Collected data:
---------------

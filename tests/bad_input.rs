//! Every bad-input case of the table and probability loaders, through the real binary:
//! exit code 2, one line naming the file (and line/column where they apply) and the
//! problem, no panic, and no output file left behind.

mod common;

use common::{fixture, flipmend, TempDir};

/// Runs `inspect --data <fixture> <extra…> --json <tmp>/out.json`, asserts a bad-input
/// failure mentioning `parts`, and that no file was written.
fn refused(data: &str, extra: &[&str], parts: &[&str]) {
    let dir = TempDir::new();
    let out = dir.path("out.json");
    let data = fixture(data);
    let mut args = vec!["inspect", "--data", data.as_str()];
    let extra: Vec<String> = extra
        .iter()
        .map(|a| {
            if a.starts_with("probs") {
                fixture(a)
            } else {
                a.to_string()
            }
        })
        .collect();
    args.extend(extra.iter().map(String::as_str));
    let out_text = out.to_string_lossy().into_owned();
    args.extend(["--json", out_text.as_str()]);
    flipmend(&args).assert_bad_input(parts);
    assert!(
        dir.files().is_empty(),
        "nothing may be written: {:?}",
        dir.files()
    );
}

#[test]
fn missing_file() {
    refused(
        "does_not_exist.csv",
        &[],
        &["does_not_exist.csv", "cannot read", "No such file"],
    );
}

#[test]
fn empty_file() {
    refused("empty.csv", &[], &["empty.csv", "the file is empty"]);
}

#[test]
fn header_only() {
    refused("header_only.csv", &[], &["header_only.csv", "no data rows"]);
}

#[test]
fn ragged_row() {
    refused(
        "ragged.csv",
        &[],
        &["ragged.csv, line 3", "4 fields but the header has 3"],
    );
}

#[test]
fn unknown_column_in_a_flag() {
    refused(
        "good.csv",
        &["--label", "species"],
        &[
            "good.csv, line 1",
            "--label names the column 'species'",
            "id, f1, f2",
        ],
    );
    refused(
        "good.csv",
        &["--features", "f1,f9"],
        &["--features names the column 'f9'"],
    );
    refused(
        "good.csv",
        &["--trusted", "audit"],
        &["--trusted names the column 'audit'"],
    );
    refused(
        "good.csv",
        &["--id", "key"],
        &["--id names the column 'key'"],
    );
}

#[test]
fn no_label_column() {
    refused(
        "no_label.csv",
        &[],
        &["no_label.csv", "no label column", "f1, f2, class"],
    );
}

#[test]
fn wrong_delimiter_gets_a_hint() {
    refused(
        "semicolon.csv",
        &[],
        &["no label column", "--delimiter ';'"],
    );
}

#[test]
fn fewer_than_two_classes() {
    refused(
        "one_class.csv",
        &[],
        &["one_class.csv", "found 1 class(es) (a)", "at least 2"],
    );
}

#[test]
fn a_class_with_one_row_is_a_warning_not_an_error() {
    let run = flipmend(&["inspect", "--data", &fixture("singleton_class.csv")]);
    run.assert_ok();
    assert!(
        run.stdout.contains("warning: class 'b' has a single row"),
        "{}",
        run.stdout
    );
}

#[test]
fn non_numeric_feature_value() {
    refused(
        "not_numeric.csv",
        &["--features", "f1,f2"],
        &[
            "not_numeric.csv, line 3, column 2 'f2'",
            "'oops' is not a number",
        ],
    );
}

#[test]
fn non_numeric_column_is_ignored_with_a_notice_by_default() {
    let run = flipmend(&["inspect", "--data", &fixture("not_numeric.csv")]);
    run.assert_ok();
    assert!(
        run.stdout.contains("f2: not numeric ('oops' on line 3)"),
        "{}",
        run.stdout
    );
    assert!(run.stdout.contains("features:     f1\n"), "{}", run.stdout);
}

#[test]
fn nan_in_features() {
    refused(
        "nan_feature.csv",
        &[],
        &[
            "nan_feature.csv, line 3, column 2 'f2'",
            "'NaN' is not a finite number",
        ],
    );
}

#[test]
fn infinity_in_features() {
    refused(
        "inf_feature.csv",
        &[],
        &["line 3, column 2 'f2'", "'-inf' is not a finite number"],
    );
}

#[test]
fn missing_feature_values() {
    refused(
        "missing_feature.csv",
        &[],
        &[
            "missing_feature.csv, line 3, column 2 'f2'",
            "1 empty cell(s)",
            "--features",
        ],
    );
}

#[test]
fn invalid_utf8() {
    refused(
        "invalid_utf8.csv",
        &[],
        &[
            "invalid_utf8.csv, line 3, column 2 'label'",
            "not valid UTF-8",
        ],
    );
}

#[test]
fn duplicate_ids() {
    refused(
        "duplicate_ids.csv",
        &[],
        &[
            "duplicate_ids.csv, line 4, column 1 'id'",
            "'x1' was already used on line 2",
        ],
    );
}

#[test]
fn probabilities_missing_a_class_column() {
    refused(
        "good.csv",
        &["--probs", "probs_missing_class.csv"],
        &[
            "probs_missing_class.csv, line 1",
            "no column for the class(es) bird",
        ],
    );
}

#[test]
fn probabilities_with_an_extra_column() {
    refused(
        "good.csv",
        &["--probs", "probs_extra_column.csv"],
        &["probs_extra_column.csv, line 1", "fish are not classes"],
    );
}

#[test]
fn probabilities_with_the_wrong_row_count() {
    refused(
        "good.csv",
        &["--probs", "probs_short.csv"],
        &["probs_short.csv", "2 probability rows for 6 data rows"],
    );
}

#[test]
fn negative_probability() {
    refused(
        "good.csv",
        &["--probs", "probs_negative.csv"],
        &[
            "probs_negative.csv, line 3, column 2 'bird'",
            "-0.1 is outside [0, 1]",
        ],
    );
}

#[test]
fn probabilities_not_summing_to_one() {
    refused(
        "good.csv",
        &["--probs", "probs_bad_sum.csv"],
        &[
            "probs_bad_sum.csv, line 4",
            "sum to 0.800000",
            "--renormalize",
        ],
    );
}

#[test]
fn renormalize_fixes_bad_sums_with_a_notice() {
    let run = flipmend(&[
        "inspect",
        "--data",
        &fixture("good.csv"),
        "--probs",
        &fixture("probs_bad_sum.csv"),
        "--renormalize",
    ]);
    run.assert_ok();
    assert!(
        run.stdout.contains("1 probability row(s) did not sum to 1"),
        "{}",
        run.stdout
    );
}

#[test]
fn probability_ids_that_do_not_join() {
    refused(
        "good.csv",
        &["--probs", "probs_unknown_id.csv"],
        &[
            "probs_unknown_id.csv, line 7, column 1 'id'",
            "'r77' is not in the dataset",
        ],
    );
}

#[test]
fn npy_of_the_wrong_dtype() {
    refused(
        "good.csv",
        &["--probs", "probs_int.npy"],
        &["probs_int.npy", "holds '<i8'", "float32"],
    );
}

#[test]
fn npy_of_the_wrong_shape() {
    refused(
        "good.csv",
        &["--probs", "probs_wrong_shape.npy"],
        &["probs_wrong_shape.npy", "shape (6, 2); expected (6, 3)"],
    );
    refused(
        "good.csv",
        &["--probs", "probs_1d.npy"],
        &["shape (6,); expected (6, 3)"],
    );
}

#[test]
fn refuses_to_write_over_an_input() {
    let dir = TempDir::new();
    let data = dir.path("data.csv");
    std::fs::copy(fixture("good.csv"), &data).unwrap();
    let before = std::fs::read(&data).unwrap();
    let data = data.to_string_lossy().into_owned();
    flipmend(&["inspect", "--data", &data, "--json", &data])
        .assert_bad_input(&["refusing to write", "input files"]);
    assert_eq!(
        std::fs::read(&data).unwrap(),
        before,
        "the input is untouched"
    );
}

#[test]
fn unknown_trusted_origin() {
    refused(
        "bad_origin.csv",
        &[],
        &[
            "bad_origin.csv, line 4, column 6 'trusted_origin'",
            "'guessed' is not an origin of a trusted label",
        ],
    );
}

#[test]
fn a_bootstrap_of_one_resample_is_refused() {
    let run = flipmend(&[
        "estimate",
        "--data",
        &fixture("good.csv"),
        "--bootstrap",
        "1",
    ]);
    assert_eq!(run.code, 2);
    assert!(
        run.stderr.contains("at least 2 resamples"),
        "{}",
        run.stderr
    );
}

#[test]
fn usage_errors_exit_2() {
    let run = flipmend(&[
        "inspect",
        "--data",
        &fixture("good.csv"),
        "--delimiter",
        "ab",
    ]);
    assert_eq!(run.code, 2);
    assert!(run.stderr.contains("not a delimiter"), "{}", run.stderr);
    assert_eq!(flipmend(&["inspect"]).code, 2, "--data is required");
}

---------------

Whenever a line above includes "number", copy it in full.

            "'oops' is not a number",
            "'NaN' is not a finite number",
        &["line 3, column 2 'f2'", "'-inf' is not a finite number"],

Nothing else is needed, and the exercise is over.